### THE TASK
Some lines in the material below hold the word "join". Copy all of them.

### INPUT RECORDS
def _validate_detection(d: DetectionConfig, bands: list[str]) -> None:
    for i, b in enumerate(d.bands):
        require(b in bands, f"detection.bands.{i}", b, f"must be one of: {', '.join(bands)}")
    require(len(set(d.bands)) == len(d.bands), "detection.bands", list(d.bands),
            "must not list a band twice")
    check_range("detection.threshold_sigma", d.threshold_sigma, 0, 1000, lo_open=True)
    check_range("detection.npixels", d.npixels, 1, 10000)
    check_range("detection.kernel_fwhm_arcsec", d.kernel_fwhm_arcsec, 0, 10)
    check_range("detection.nlevels", d.nlevels, 1, 1000)
    check_range("detection.contrast", d.contrast, 0, 1)
    check_range("detection.aperture_radius_arcsec", d.aperture_radius_arcsec, 0, 60,
                lo_open=True)
    check_range("detection.background_box_arcsec", d.background_box_arcsec, 0, 3600,
                lo_open=True)
    check_range("detection.background_filter", d.background_filter, 1, 99)
    require(int(d.background_filter) % 2 == 1, "detection.background_filter",
            d.background_filter, "must be an odd number of meshes")
    check_range("detection.kron_factor", d.kron_factor, 0, 10, lo_open=True)
    check_range("detection.kron_min_radius", d.kron_min_radius, 0, 10)

_PHOTOZ_PRIORS = ("none", "luminosity")


def _validate_photoz(p: PhotozConfig) -> None:
    check_range("photoz.z_min", p.z_min, 0, 30)
    check_range("photoz.z_max", p.z_max, p.z_min, 30, lo_open=True)
    check_range("photoz.dz_over_1pz", p.dz_over_1pz, 0, 0.2, lo_open=True)
    n_z = math.log((1 + p.z_max) / (1 + p.z_min)) / p.dz_over_1pz
    require(n_z <= 20000, "photoz.dz_over_1pz", p.dz_over_1pz,
            f"gives {n_z:.0f} grid points from photoz.z_min to photoz.z_max: at most 20000")
    for j, c in enumerate(p.z_cuts):
        require(isinstance(c, (int, float)) and not isinstance(c, bool) and p.z_min < c < p.z_max,
                f"photoz.z_cuts.{j}", c, f"must be a redshift inside the grid "
                f"(photoz.z_min={p.z_min:g}, photoz.z_max={p.z_max:g})")
    require(p.prior in _PHOTOZ_PRIORS, "photoz.prior", p.prior,
            f"must be one of: {', '.join(_PHOTOZ_PRIORS)}")
    require(len(p.betas) > 0, "photoz.betas", list(p.betas), "must list at least one UV slope")
    for j, b in enumerate(p.betas):
        check_range(f"photoz.betas.{j}", b, -4, 3)
    require(len(p.sf_breaks) > 0, "photoz.sf_breaks", list(p.sf_breaks),
            "must list at least one break strength")
    for j, k in enumerate(p.sf_breaks):
        check_range(f"photoz.sf_breaks.{j}", k, 1, 5)
    for j, a in enumerate(p.a_v):
        check_range(f"photoz.a_v.{j}", a, 0, 10)
    for j, e in enumerate(p.line_ew_nm):
        check_range(f"photoz.line_ew_nm.{j}", e, 0, 1000, lo_open=True)


def _validate_photometry(p: PhotometryConfig, bands: list[str]) -> None:
    check_range("photometry.aperture_radius_arcsec", p.aperture_radius_arcsec, 0, 10,
                lo_open=True)
    require(p.match_to == "" or p.match_to in bands, "photometry.match_to", p.match_to,
            f"must be empty (the broadest PSF) or one of: {', '.join(bands)}")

### ANSWER SECTION
        require(b in bands, f"detection.bands.{i}", b, f"must be one of: {', '.join(bands)}")
            f"must be one of: {', '.join(_PHOTOZ_PRIORS)}")
            f"must be empty (the broadest PSF) or one of: {', '.join(bands)}")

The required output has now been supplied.